Task brief: Nothing but the lines from the one containing "a changed input." through the end of the entries below should be set down, each exactly as written.

Saved entries:
+===+
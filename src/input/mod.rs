//! Input grammars (pure functions over byte slices) and the byte sources that feed them.

pub mod edgeline;
pub mod mtx;
pub mod source;
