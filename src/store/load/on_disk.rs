//! Where the fill pass writes: the in-memory [`Filler`] when the adjacency fits the memory
//! budget, else sorted runs on disk ([`crate::store::spill`]) merged into a mapped store.

use std::path::{Path, PathBuf};

use rayon::prelude::*;

use super::{BYTES_PER_NODE, BuildChoice, Loader, Scanned, check_budget};
use crate::error::{Error, Result};
use crate::read::source::Compression;
use crate::store::file::{self, StoreWriter};
use crate::store::fill::Filler;
use crate::store::graph::{Graph, NodeIds};
use crate::store::ids::IntIndex;
use crate::store::intake::{DiskBuild, IdKind, StageName};
use crate::store::spill::{Labels, Scratch, SpillBuf, Spiller, usable_space};

/// The fill pass's destination.
pub(super) enum Sink {
    Memory(Filler),
    Disk {
        spiller: Spiller,
        /// Keys the pass must write (two per loop-free edge line), to catch a changed input.
        expected: u64,
    },
}

impl Sink {
    /// Write a batch of edge lines; false once writing to disk failed (the pass should stop).
    #[inline]
    pub(super) fn put(&self, buf: &mut SpillBuf, batch: &[(u32, u32)]) -> bool {
        match self {
            Sink::Memory(f) => {
                f.edges(batch);
                true
            }
            Sink::Disk { spiller, .. } => buf.edges(batch, spiller),
        }
    }

    /// Write what the workers' buffers still hold (sorted in parallel).
    pub(super) fn drain(&self, bufs: Vec<SpillBuf>) {
        if let Sink::Disk { spiller, .. } = self {
            bufs.into_par_iter().for_each(|mut b| {
                spiller.spill(&mut b);
            });
        }
    }
}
+===+
Result below:
        /// Keys the pass must write (two per loop-free edge line), to catch a changed input.
        expected: u64,
    },
}

impl Sink {
    /// Write a batch of edge lines; false once writing to disk failed (the pass should stop).
    #[inline]
    pub(super) fn put(&self, buf: &mut SpillBuf, batch: &[(u32, u32)]) -> bool {
        match self {
            Sink::Memory(f) => {
                f.edges(batch);
                true
            }
            Sink::Disk { spiller, .. } => buf.edges(batch, spiller),
        }
    }

    /// Write what the workers' buffers still hold (sorted in parallel).
    pub(super) fn drain(&self, bufs: Vec<SpillBuf>) {
        if let Sink::Disk { spiller, .. } = self {
            bufs.into_par_iter().for_each(|mut b| {
                spiller.spill(&mut b);
            });
        }
    }
}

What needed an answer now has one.